The following fields are available only for exportShmTreesWithNodes on nodes with clones:

-targets: Export number of targets
-dHit: Export best D hit
-cHit: Export best C hit
-vGene: Export best V hit gene name (e.g. TRBV12-3 for TRBV12-3*00)
-dGene: Export best D hit gene name (e.g. TRBV12-3 for TRBV12-3*00)
-jGene: Export best J hit gene name (e.g. TRBV12-3 for TRBV12-3*00)
-cGene: Export best C hit gene name (e.g. TRBV12-3 for TRBV12-3*00)
-vFamily: Export best V hit family name (e.g. TRBV12 for TRBV12-3*00)
-dFamily: Export best D hit family name (e.g. TRBV12 for TRBV12-3*00)
-jFamily: Export best J hit family name (e.g. TRBV12 for TRBV12-3*00)
-cFamily: Export best C hit family name (e.g. TRBV12 for TRBV12-3*00)
-vHitScore: Export score for best V hit
-dHitScore: Export score for best D hit
-jHitScore: Export score for best J hit
-cHitScore: Export score for best C hit
-vHitsWithScore: Export all V hits with score
-dHitsWithScore: Export all D hits with score
-jHitsWithScore: Export all J hits with score
-cHitsWithScore: Export all C hits with score
-vHits: Export all V hits
-dHits: Export all D hits
-jHits: Export all J hits
-cHits: Export all C hits
-vGenes: Export all V gene names (e.g. TRBV12-3 for TRBV12-3*00)
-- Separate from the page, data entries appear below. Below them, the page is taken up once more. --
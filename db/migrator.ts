import fs from "node:fs";
import path from "node:path";
import { fileURLToPath, pathToFileURL } from "node:url";
import { QueryTypes, type QueryInterface, type Sequelize, type Transaction } from "sequelize";
import { SequelizeStorage, Umzug } from "umzug";
import { db, dialect, withForeignKeysOff } from "../app/.server/db";
import { env } from "../app/.server/env";

type Step = (params: { context: QueryInterface }) => Promise<void>;

const here = path.dirname(fileURLToPath(import.meta.url));

const MIGRATIONS_TABLE = "schema_migrations";
const SEEDS_TABLE = "schema_seeds";

/**
 * The query interface with every statement joined to `transaction`. Migrations call `qi.addColumn(…)` without
 * options; Query Interface methods all end in `this.sequelize.query`, so handing them a `sequelize` that fills in
 * the transaction puts the whole step in it.
 */
function inTransaction(qi: QueryInterface, transaction: Transaction): QueryInterface {
  const sequelize = new Proxy(qi.sequelize, {
    get(target, prop) {
      if (prop === "query") {
        return (sql: unknown, options?: { transaction?: Transaction | null }) =>
          target.query(sql as string, { ...options, transaction: options?.transaction ?? transaction });
      }
      const value = Reflect.get(target, prop, target) as unknown;
      return typeof value === "function" ? value.bind(target) : value;
    },
  });
  return new Proxy(qi, {
    get: (target, prop, receiver) => (prop === "sequelize" ? sequelize : Reflect.get(target, prop, receiver)),
  });
}

/**
 * Undoes one migration and forgets it in one transaction, so a failing step leaves the database as it was. On
 * SQLite foreign keys are off for that transaction (see withForeignKeysOff) and checked before it commits.
 */
export async function downInTransaction(sequelize: Sequelize, name: string, down: Step) {
  await withForeignKeysOff(() =>
    sequelize.transaction(async (transaction) => {
      await down({ context: inTransaction(sequelize.getQueryInterface(), transaction) });
      if (dialect() === "sqlite") {
        const broken = await sequelize.query<{ table: string; parent: string }>("PRAGMA foreign_key_check", {
          type: QueryTypes.SELECT,
          transaction,
        });
        if (broken.length) {
          throw new Error(
            `${name}: rolling back would leave rows in ${broken[0].table} pointing at missing ${broken[0].parent} rows`,
          );
        }
      }
      await sequelize.query(`DELETE FROM ${MIGRATIONS_TABLE} WHERE name = ?`, { replacements: [name], transaction });
    }),
  );
}

function umzugFor(folder: "migrations" | "seeders") {
  const sequelize = db();
  return new Umzug<QueryInterface>({
    migrations: {
      glob: [`${folder}/*.ts`, { cwd: here }],
      resolve: ({ name, path: file, context }) => {
        const load = async () => (await import(pathToFileURL(file!).href)) as { up: Step; down?: Step };
        const step = name.replace(/\.ts$/, "");
        return {
          name: step,
          up: async () => (await load()).up({ context }),
          down: async () => {
            const mod = await load();
            if (!mod.down) throw new Error(`${name} cannot be rolled back`);
            // Seeders run the app's own services, which open their own transactions.
            if (folder === "seeders") return mod.down({ context });
            return downInTransaction(sequelize, step, mod.down);
          },
        };
      },
    },
    context: sequelize.getQueryInterface(),
    // Each storage needs a model name of its own: SequelizeStorage reuses a model already defined under its name,
    // whatever its table, and both once defaulted to "SequelizeMeta" (seeders then landed in schema_migrations).
    storage: new SequelizeStorage({
      sequelize,
      tableName: folder === "migrations" ? MIGRATIONS_TABLE : SEEDS_TABLE,
      modelName: folder === "migrations" ? "SchemaMigration" : "SchemaSeed",
    }),
    logger: process.env.MIGRATE_QUIET === "1" ? undefined : console,
  });
}

export const migrator = () => umzugFor("migrations");
export const seeder = () => umzugFor("seeders");

const seederNames = () =>
  fs
    .readdirSync(path.join(here, "seeders"))
    .filter((f) => f.endsWith(".ts"))
    .map((f) => f.replace(/\.ts$/, ""));

/**
 * Databases seeded before seeders had a table of their own have the seeders' names in schema_migrations: move them
 * to schema_seeds (idempotent; a no-op on a fresh or already moved database).
 */
export async function moveSeederRecords() {
  const sequelize = db();
  const tables = (await sequelize.getQueryInterface().showAllTables()).map((t) =>
    typeof t === "string" ? t : (t as { tableName: string }).tableName,
  );
  if (!tables.includes(MIGRATIONS_TABLE)) return;
  const names = seederNames();
  const misplaced = (
    await sequelize.query<{ name: string }>(`SELECT name FROM ${MIGRATIONS_TABLE} WHERE name IN (?)`, {
      replacements: [names],
      type: QueryTypes.SELECT,
    })
  ).map((r) => r.name);
  if (!misplaced.length) return;
  const seeds = seeder();
  await seeds.executed(); // creates schema_seeds when missing
  await sequelize.transaction(async (transaction) => {
    const recorded = new Set(
      (
        await sequelize.query<{ name: string }>(`SELECT name FROM ${SEEDS_TABLE}`, {
          type: QueryTypes.SELECT,
          transaction,
        })
      ).map((r) => r.name),
    );
    for (const name of misplaced.filter((n) => !recorded.has(n))) {
      await sequelize.query(`INSERT INTO ${SEEDS_TABLE} (name) VALUES (?)`, { replacements: [name], transaction });
    }
    await sequelize.query(`DELETE FROM ${MIGRATIONS_TABLE} WHERE name IN (?)`, {
      replacements: [misplaced],
      transaction,
    });
  });
}

/**
 * Rolls back one migration, or every one with `{ to: 0 }`. With no migration left the demo rows are gone with
 * their tables, so the seeders are forgotten too and the next seed puts the demo data back.
 */
export async function rollback(options?: { to: 0 }) {
  await moveSeederRecords();
  const migrations = migrator();
  await migrations.down(options);
  if ((await migrations.executed()).length === 0) {
    await db().getQueryInterface().dropTable(SEEDS_TABLE);
  }
}

/**
 * Runs `fn` holding a PostgreSQL advisory lock on a connection of its own, so instances that start together
 * migrate one after the other (the later ones find nothing pending). SQLite has one process per file.
 */
export async function withMigrationLock<T>(fn: () => Promise<T>): Promise<T> {
  const url = env().databaseUrl;
  if (!url) return fn();
  const { default: pg } = await import("pg");
  const client = new pg.Client({ connectionString: url });
  await client.connect();
  try {
    await client.query("SELECT pg_advisory_lock(7201820)");
    return await fn();
  } finally {
    await client.query("SELECT pg_advisory_unlock(7201820)").catch(() => undefined);
    await client.end();
  }
}

/** Brings the schema up to date, then applies every demo seeder that has not run yet (each runs once). */
export async function migrateAndSeed({ seed = true }: { seed?: boolean } = {}) {
  await withMigrationLock(async () => {
    await moveSeederRecords();
    await migrator().up();
    if (seed) await seeder().up();
  });
}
-dGenes: Export all D gene names (e.g. TRBV12-3 for TRBV12-3*00)
-jGenes: Export all J gene names (e.g. TRBV12-3 for TRBV12-3*00)
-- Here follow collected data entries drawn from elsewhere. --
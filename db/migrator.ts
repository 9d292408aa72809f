import path from "node:path";
import { fileURLToPath, pathToFileURL } from "node:url";
import type { QueryInterface } from "sequelize";
import { SequelizeStorage, Umzug } from "umzug";
import { db } from "../app/.server/db";

type Step = (params: { context: QueryInterface }) => Promise<void>;

const here = path.dirname(fileURLToPath(import.meta.url));

function umzugFor(folder: "migrations" | "seeders", tableName: string) {
  const sequelize = db();
  return new Umzug<QueryInterface>({
    migrations: {
      glob: [`${folder}/*.ts`, { cwd: here }],
      resolve: ({ name, path: file, context }) => {
        const load = async () => (await import(pathToFileURL(file!).href)) as { up: Step; down?: Step };
        return {
          name: name.replace(/\.ts$/, ""),
          up: async () => (await load()).up({ context }),
          down: async () => {
            const mod = await load();
            if (!mod.down) throw new Error(`${name} cannot be rolled back`);
            return mod.down({ context });
          },
        };
      },
    },
    context: sequelize.getQueryInterface(),
    storage: new SequelizeStorage({ sequelize, tableName }),
    logger: process.env.MIGRATE_QUIET === "1" ? undefined : console,
  });
}

export const migrator = () => umzugFor("migrations", "schema_migrations");
export const seeder = () => umzugFor("seeders", "schema_seeds");

/** Brings the schema up to date, then applies every demo seeder that has not run yet (each runs once). */
export async function migrateAndSeed({ seed = true }: { seed?: boolean } = {}) {
  await migrator().up();
  if (seed) await seeder().up();
}
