import { useEffect, useMemo, useState } from "react";
import { requireJson } from "~/.server/http";
import { data, Link, redirect, useFetcher } from "react-router";
import { z } from "zod";
import { TraceChart } from "~/components/trace-chart";
import { UploadBox, type UploadResult } from "~/components/upload-box";
import { buttonClass } from "~/components/ui/button";
import { Card, PageHeader } from "~/components/ui/card";
import { FormMessage } from "~/components/ui/field";
import { saveTest, TestError } from "~/.server/services/field-tests";
import { athleteSubject } from "~/.server/subject";
import { todayIn } from "~/lib/dates";
import { protocolSchema } from "~/lib/field-tests";
import { PROTOCOLS, PROTOCOL_KEYS, READINESS, type ProtocolKey } from "~/lib/protocols";
import type { Route } from "./+types/test-new";

export const meta: Route.MetaFunction = () => [{ title: "New field test · Pacewright" }];

export async function loader({ request, params }: Route.LoaderArgs) {
  const { athlete, base, viewer } = await athleteSubject(request, params.athleteId);
  return { athlete: { id: athlete.id, name: athlete.name }, base, forCoach: viewer.id !== athlete.id, today: todayIn(athlete.timezone) };
}

const saveSchema = z.object({
  protocol: protocolSchema,
  inputs: z.unknown().optional(),
  uploadId: z.number().int().positive().nullish(),
  windowStartS: z.number().int().min(0).nullish(),
  testedOn: z.string(),
  readiness: z.unknown().optional(),
  requestKey: z.string().max(64).nullish(),
});

export async function action({ request, params }: Route.ActionArgs) {
  const { athlete, viewer, base } = await athleteSubject(request, params.athleteId);
  requireJson(request);
  let body: unknown;
  try {
    body = await request.json();
  } catch {
    return data({ error: "The test could not be read; reload and try again.", field: undefined as string | undefined }, { status: 400 });
  }
  const parsed = saveSchema.safeParse(body);
  if (!parsed.success) return data({ error: parsed.error.issues[0].message, field: undefined as string | undefined }, { status: 400 });
  try {
    const { test } = await saveTest(athlete, viewer, parsed.data);
    return redirect(`${base}/tests?saved=${test.id}`);
  } catch (err) {
    if (err instanceof TestError) return data({ error: err.message, field: err.field }, { status: err.status });
    throw err;
  }
}

type Preview = {
  proposed: { sport: string; metric: string; value: number; unit: string; label: string; details: Record<string, unknown> };
  current: { label: string; since: string } | null;
  changes: { sessions: number; blocks: number };
  examples: { date: string; name: string; before: string; after: string }[];
  window: { startS: number; lengthS: number } | null;
  pacing: { means: number[]; changePct: number; verdict: string } | null;
  error?: string;
};

const FILE_PROTOCOLS: ProtocolKey[] = ["ramp", "twenty_minute", "eight_minute", "critical_power", "hr_thirty"];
-cGenes: Export all C gene names (e.g. TRBV12-3 for TRBV12-3*00)
-vFamilies: Export all V gene family anmes (e.g. TRBV12 for TRBV12-3*00)
-dFamilies: Export all D gene family anmes (e.g. TRBV12 for TRBV12-3*00)
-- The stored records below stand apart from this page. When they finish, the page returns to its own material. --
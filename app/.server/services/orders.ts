import { Op, UniqueConstraintError, type Transaction } from "sequelize";
import { writeTransaction } from "../db";
import { env } from "../env";
import { enqueueJob, runDueJobs, type JobHandlers } from "../jobs";
import { queueEmail } from "../mail";
import {
  Assignment,
  Job,
  Listing,
  Order,
  PaymentEvent,
  PlanWeek,
  ScheduledBlock,
  ScheduledSession,
  SeasonPlan,
  Threshold,
  User,
  type OrderStatus,
} from "../models";
import { payments } from "../payments";
import { alignStart, materialize, resolveSteps } from "./materialize";
import { thresholdHistory, thresholdSport } from "./thresholds";
import { addDays, todayIn } from "~/lib/dates";
import { defaultTestFor } from "~/lib/protocols";
import { formatPrice } from "~/lib/shop";
import { DomainError } from "../errors";
import { orderRole } from "../access";

/*
 * THE ORDER STATE MACHINE
 *
 *   created ──paid──────────────▶ fulfilled ──refund (either side, full)──▶ refunded
 *      │  ▲                          ▲   │
 *      │  └─(retry on the same page)─┘   └──misfit──▶ needs review ──deliver──▶ fulfilled
 *      ├──card declined──▶ declined ──paid──▶ fulfilled          └──refund───▶ refunded
 *      ├──checkout expired / cancelled──▶ expired ──paid later──▶ needs review
 *      └──misfit (wrong amount, refund before any payment, …)──▶ needs review
 *
 * The provider's events do not arrive in order and may arrive twice, so an event never moves the order by itself.
 * Each event adds a *fact* to the order (paid amount and time, expiry time, declines, refunds by id, a reason for a
 * person to look), and the state is derived from all facts together by `deriveStatus`. Facts only ever grow, and
 * the same fact reported twice (a redelivered event, or the coach's refund and the provider's `charge.refunded`)
 * is absorbed, so any order and any duplication of the same events ends in the same state. Effects of entering a
 * state are follow-up jobs (see `app/.server/jobs.ts`), enqueued in the event's transaction under one key per order
 * and kind, and run by whichever instance claims them: the webhook only records the fact, moves the order and
 * answers. A follow-up re-reads the order under its row lock and acts only if the order is still in that state,
 * guarded by its own marks: sessions are placed once (`assignmentId`), the receipt and the refund notice are sent
 * once (`receiptSentAt`, `refundNoticeSentAt`). A follow-up that keeps failing puts the order in review.
 *
 * A reason for review sticks until a person resolves it (deliver, refund, or close when nothing was paid), except
 * that a full refund settles everything: the money is back with the buyer.
 */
-jFamilies: Export all J gene family anmes (e.g. TRBV12 for TRBV12-3*00)
-cFamilies: Export all C gene family anmes (e.g. TRBV12 for TRBV12-3*00)
-vAlignment: Export best V alignment
-dAlignment: Export best D alignment
-jAlignment: Export best J alignment
-cAlignment: Export best C alignment
-vAlignments: Export all V alignments
-dAlignments: Export all D alignments
-jAlignments: Export all J alignments
-cAlignments: Export all C alignments
-qFeature <gene_feature>: Export quality string of specified gene feature
-nFeatureImputed <gene_feature>: Export nucleotide sequence of specified gene feature using letters from germline (marked lowercase) for uncovered regions
-allNFeaturesImputed [<from_reference_point> <to_reference_point>]: Export nucleotide sequence using letters from germline (marked lowercase) for uncovered regions for all gene features between specified reference points (in separate columns).

For example, -allNFeaturesImputed FR3Begin FR4End will export -nFeatureImputed FR3, -nFeatureImputed CDR3, -nFeatureImputed FR4.